Mostly tactical weapons _*that are meant to be used*_, rather than theater weapons meant as a deterrent.


----------



## Tez3 (Nov 18, 2012)

However in all these years despite all the aggression, attacks, the Israeli deaths and perhaps the temptation to use them Israel never has.


----------



## Tez3 (Nov 18, 2012)




----------



## CanuckMA (Nov 18, 2012)

The capabilities and the temptation was very much there during the 1973 war, when Israel faced the most credible threat of anihilation in it's existence. But the decision was made that until atacked that way, they were not going to resort to any kind of WMD. 

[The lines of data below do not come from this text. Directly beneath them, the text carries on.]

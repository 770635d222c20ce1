import { json } from '@sveltejs/kit';
import * as nde from '$lib/server/nde';
import { parseBody } from '$lib/server/api-body';
import { apiFailure } from '$lib/server/errors';
import { swapSchema } from '$lib/schemas/nde';
import type { RequestHandler } from './$types';

/** Swap a selected weld not yet examined for another of the lot: `{ out, in, reason }`. */
export const POST: RequestHandler = async ({ locals, params, request }) => {
	const body = await parseBody(request, swapSchema);
	if ('response' in body) return body.response;
	try {
		const selection = nde.swap(locals.projectId!, Number(params.lotId), body.data, locals.user!.id);
		return json({ selection });
	} catch (error) {
		return apiFailure(error);
	}
};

As far as the elction is concerned, attacking Israel is the best way to ensure a hard line right wing government will be elected. As rocket attacks mount, 600 from the start of the year to before this latest round, the Israeli public turns more and more to the right.


----------



## elder999 (Nov 18, 2012)

Tez3 said:


> However in all these years despite all the aggression, attacks, the Israeli deaths and perhaps the temptation to use them Israel never has.



Well, that's a far cry from "Israel has no nuclear weapons, " isn't it? And therein lies the rub-to use them would be to _declare _them.

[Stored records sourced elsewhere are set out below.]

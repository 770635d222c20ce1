/**
 * AWS D1.1/D1.1M:2020 Structural Welding Code — Steel, nontubular connections.
 * Clause numbers of the 2020 edition (the 2025 edition keeps them); 2015 and earlier used
 * Table 6.1 and clause 5 (5.22 in 2010, 5.21 in 2015, 7.21 in 2020 for fit-up tolerances).
 * Inch and SI values are separate columns, as the code states.
 */
import type { CriteriaSet, Expr, Limit } from '../types';

const EDITION = '2020';

/** Table 8.1 (6) undersized welds: allowed shortfall U by specified size L. */
const undersizeAllowance: Expr = {
	by: 'requiredSize',
	steps: [
		// L ≤ 3/16 in [5 mm] → 1/16 in [2 mm]; sizes between the table's rows take the smaller allowance.
		{ below: { in: 1 / 4, mm: 6 }, value: { in: 1 / 16, mm: 2 } },
		{ below: { in: 5 / 16, mm: 8 }, value: { in: 3 / 32, mm: 2.5 } }
	],
	otherwise: { in: 1 / 8, mm: 3 }
};

const perWps = (reading: string) =>
	({
		type: 'range',
		min: {
			open: `D1.1 sets ${reading} tolerances against the joint detail on the WPS or drawing.`
		},
		max: { open: `D1.1 sets ${reading} tolerances against the joint detail on the WPS or drawing.` }
	}) as const;

const fitupDetail = (reading: string): Limit => ({
	rule: perWps(reading),
	clause: 'Fig. 5.1 (prequalified CJP details)',
	confidence: '1',
	note: 'As-fit-up tolerances are relative to the detail, e.g. TC-U4b: R +1/16/−1/8 in, α +10°/−5°. A project set or the WPS joint design fixes the numbers.'
});

/** CJP groove welds in butt joints transverse to the computed tensile stress (butt joints taken as CJP). */
const cjpTransverse = (inCjp: Expr, otherwise: Expr): Expr => ({
	when: { kindIn: ['butt'] },
	then: { when: { stress: 'transverse' }, then: inCjp, otherwise },
	otherwise
});

const GAP_OVER: Limit['appliesOver'] = {
	reading: 'rootOpening',
	value: { in: 1 / 16, mm: 2 }
};

const sharedLimits = {
	'fillet.gap': {
		rule: {
			type: 'max',
			max: { in: 3 / 16, mm: 5 },
			judgeUpTo: {
				by: 'thickness',
				steps: [{ below: { in: 3, mm: 75 }, value: { in: 3 / 16, mm: 5 } }],
				otherwise: { in: 5 / 16, mm: 8 }
			}
		},
		clause: '7.21.1',
		confidence: '2+',
		note: 'Parts brought into as close contact as practicable: root opening at most 3/16 in [5 mm]. Shapes or plates 3 in [75 mm] and thicker that cannot be closed after straightening may open to 5/16 in [8 mm] with suitable backing: for the inspector. Over 1/16 in [2 mm], the fillet leg is increased by the opening.'
	},
	'fillet.gapLeg': {
		rule: {
			type: 'min',
			min: {
				sumOf: [
					{ of: 'requiredSize', times: 1 },
					{ of: 'rootOpening', times: 1 }
				]
			},
			judgeAbove: 0
		},
		clause: '7.21.1',
		confidence: '2+',
		note: 'Root opening over 1/16 in [2 mm]: the leg is increased by the amount of the opening, or the contractor demonstrates that the required effective throat is obtained, so a shorter leg is for the inspector. The root opening is the one gauged at fit-up.',
		appliesOver: GAP_OVER
	},
	'rootOpening.range': fitupDetail('root opening'),
	'bevelAngle.range': fitupDetail('groove angle'),
	'rootFace.range': fitupDetail('root face'),
	'misalignment.max': {
		rule: {
			type: 'max',
			max: {
				lesserOf: [
					{ of: 'thickness', times: 0.1 },
					{ in: 1 / 8, mm: 3 }
				]
			}
		},
		clause: '7.21.3',
		confidence: '1',
		note: 'Parts restrained against bending: offset at most 10 % of the thinner part, never over 1/8 in [3 mm].'
	},
	crack: { rule: { type: 'absent' }, clause: 'Table 8.1 (1) crack prohibition', confidence: '2+' },
	fusion: {
		rule: { type: 'absent' },
		clause: 'Table 8.1 (2) weld/base-metal fusion',
		confidence: '2+'
	},
	crater: {
		rule: { type: 'absent' },
		clause: 'Table 8.1 (3) crater cross section',
		confidence: '2+',
		note: 'Craters filled to the specified weld size, except the ends of intermittent fillets outside their effective length.'
	},
	overlap: { rule: { type: 'absent' }, clause: '7.23 (weld profiles)', confidence: '2+' },
	'reinforcement.max': {
		rule: { type: 'max', max: { in: 1 / 8, mm: 3 } },
		clause: '7.23, Table 7.8 (weld profiles)',
		confidence: 'mem',
		note: '1/8 in [3 mm], as in the older Fig. 5.4. The profile schedules of 2010 and later may grade it by thickness (3/16 in over 1 in, 1/4 in over 2 in).',
		kinds: ['butt']
	},
	'fillet.convexity': {
		rule: {
			type: 'max',
			max: {
				by: 'faceWidth',
				steps: [
					{ upTo: { in: 5 / 16, mm: 8 }, value: { in: 1 / 16, mm: 2 } },
					{ below: { in: 1, mm: 25 }, value: { in: 1 / 8, mm: 3 } }
				],
				otherwise: { in: 3 / 16, mm: 5 }
			}
		},
		clause: '7.23, Fig. 7.4, Table 7.8',
		confidence: '1',
		note: 'Face-width steps of the pre-2010 Fig. 5.4 note, still quoted for 2020; the 3/16 in [5 mm] step for W ≥ 1 in and the 2020 schedule tables are unconfirmed. Outside corner joints are excepted.'
	},
	'fillet.undersize': {
		rule: {
			type: 'banded',
			max: 0,
			band: { upTo: undersizeAllowance, length: { max: { of: 'weldLength', times: 0.1 } } }
		},
		clause: 'Table 8.1 (6) undersized welds',
		confidence: '2+',
		note: 'A continuous fillet may be under the specified size L by at most U without correction, the undersize portion at most 10 % of the weld length; girder web-to-flange welds allow no underrun within twice the flange width of each end.'
	}
} satisfies Partial<CriteriaSet['limits']>;

export const awsD11Static: CriteriaSet = {
	id: 'aws-d1.1-static',
	name: 'AWS D1.1 statically loaded nontubular',
	standard: 'AWS D1.1/D1.1M',
	edition: EDITION,
	version: 1,
	scope: 'Visual acceptance and fit-up of nontubular connections, statically loaded.',
	limits: {
		...sharedLimits,
		'undercut.depth': {
			rule: {
				type: 'banded',
				max: {
					by: 'thickness',
					steps: [{ below: { in: 1, mm: 25 }, value: { in: 1 / 32, mm: 1 } }],
					otherwise: { in: 1 / 16, mm: 2 }
				},
				band: {
					upTo: { in: 1 / 16, mm: 2 },
					length: { max: { in: 2, mm: 50 }, per: { in: 12, mm: 300 } }
				}
			},
			clause: 'Table 8.1 (7)(A) undercut, statically loaded',
			confidence: '2+',
			note: 'Under 1 in [25 mm]: 1/32 in [1 mm] at any length, up to 1/16 in [2 mm] for an accumulated 2 in [50 mm] in any 12 in [300 mm]. 1 in and over: 1/16 in [2 mm] at any length.'
		},
		'porosity.max': {
			rule: { type: 'max', max: cjpTransverse(0, { in: 3 / 8, mm: 10 }) },
			clause: 'Table 8.1 (8)(A) piping porosity, statically loaded',
			confidence: '2+',
			note: 'Sum of the diameters of visible piping pores of 1/32 in [1 mm] and over in any linear inch; none in CJP groove welds of butt joints transverse to the computed tensile stress.'
		},
		'porosity.total': {
			rule: { type: 'max', max: cjpTransverse(0, { in: 3 / 4, mm: 20 }) },
			clause: 'Table 8.1 (8)(A) piping porosity, statically loaded',
			confidence: '2+',
			note: 'Sum of the diameters of visible piping pores of 1/32 in [1 mm] and over in any 12 in [300 mm] of weld.'
		}
	}
};

export const awsD11Cyclic: CriteriaSet = {
	id: 'aws-d1.1-cyclic',
	name: 'AWS D1.1 cyclically loaded nontubular',
	standard: 'AWS D1.1/D1.1M',
	edition: EDITION,
	version: 1,
	scope: 'Visual acceptance and fit-up of nontubular connections, cyclically loaded.',
	limits: {
		...sharedLimits,
		'undercut.depth': {
			rule: {
				type: 'banded',
				max: {
					when: { member: 'primary' },
					then: {
						when: { stress: 'transverse' },
						then: { in: 0.01, mm: 0.25 },
						otherwise: { in: 1 / 32, mm: 1 }
					},
					otherwise: { in: 1 / 32, mm: 1 }
				}
			},
			clause: 'Table 8.1 (7)(B) undercut, cyclically loaded',
			confidence: '1',
			note: '0.01 in [0.25 mm] in primary members where the weld is transverse to tensile stress under any design loading; 1/32 in [1 mm] in all other cases.'
		},
		'pore.largest': {
			rule: { type: 'max', max: cjpTransverse(0, { in: 3 / 32, mm: 2.5 }) },
			clause: 'Table 8.1 (8)(B), (8)(C) piping porosity, cyclically loaded',
			confidence: '1',
			note: 'Fillet welds and groove welds other than CJP butt joints transverse to tensile stress: no pore over 3/32 in [2.5 mm]; in those CJP butt joints, none. Fillets joining stiffeners to webs take the static sums instead (3/8 in in any inch, 3/4 in in any 12 in).'
		},
		'pore.count': {
			rule: { type: 'max', max: cjpTransverse(0, 1) },
			clause: 'Table 8.1 (8)(B), (8)(C) piping porosity, cyclically loaded',
			confidence: '1',
			note: 'Frequency of piping porosity at most one in each 4 in [100 mm] of weld length; none in CJP groove welds of butt joints transverse to tensile stress.'
		}
	}
};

And, in fairness to Israel, not declaring them was probably a far more effective deterrent than using them.


----------



## Tez3 (Nov 18, 2012)

elder999 said:


> Well, that's a far cry from "Israel has no nuclear weapons, " isn't it? And therein lies the rub-to use them would be to _declare _them.
> 
> And, in fairness to Israel, not declaring them was probably a far more effective deterrent than using them.



Perhaps I should have put a little note beside my comment about Israel not having nuclear weapons so it would be known the comment was tongue in cheek, still I did think _you'd _know ...


----------



## elder999 (Nov 18, 2012)

Tez3 said:


> Perhaps I should have put a little note beside my comment about Israel not having nuclear weapons so it would be known the comment was tongue in cheek, still I did think _you'd _know ...




Pet peeve. Not a joking matter to someone with a career like mine.

Transistioned out a few years ago, and *still* have the occasional nightmare.....:uhoh:


----------



## Tez3 (Nov 18, 2012)

elder999 said:


> Pet peeve. Not a joking matter to someone with a career like mine.
> 
> Transistioned out a few years ago, and *still* have the occasional nightmare.....:uhoh:




Did I say it was a joke, far from it, tongue in cheek, doesn't mean it's a laughing matter especially when it's my people someone is talking about wiping out. It's ironic in the sense of irony not sarcasm. I know Americans think irony and sarcasm are the same they aren't however, quite different things.


----------



## elder999 (Nov 18, 2012)

Tez3 said:


> Did I say it was a joke, far from it, tongue in cheek, doesn't mean it's a laughing matter especially when it's my people someone is talking about wiping out. It's ironic in the sense of irony not sarcasm. I know Americans think irony and sarcasm are the same they aren't however, quite different things.



Oooh. _Irony_.

Would that be anything like the standard Israeli hello being _"shalom,"_ and the standard Palestinian one being _"salaam"_?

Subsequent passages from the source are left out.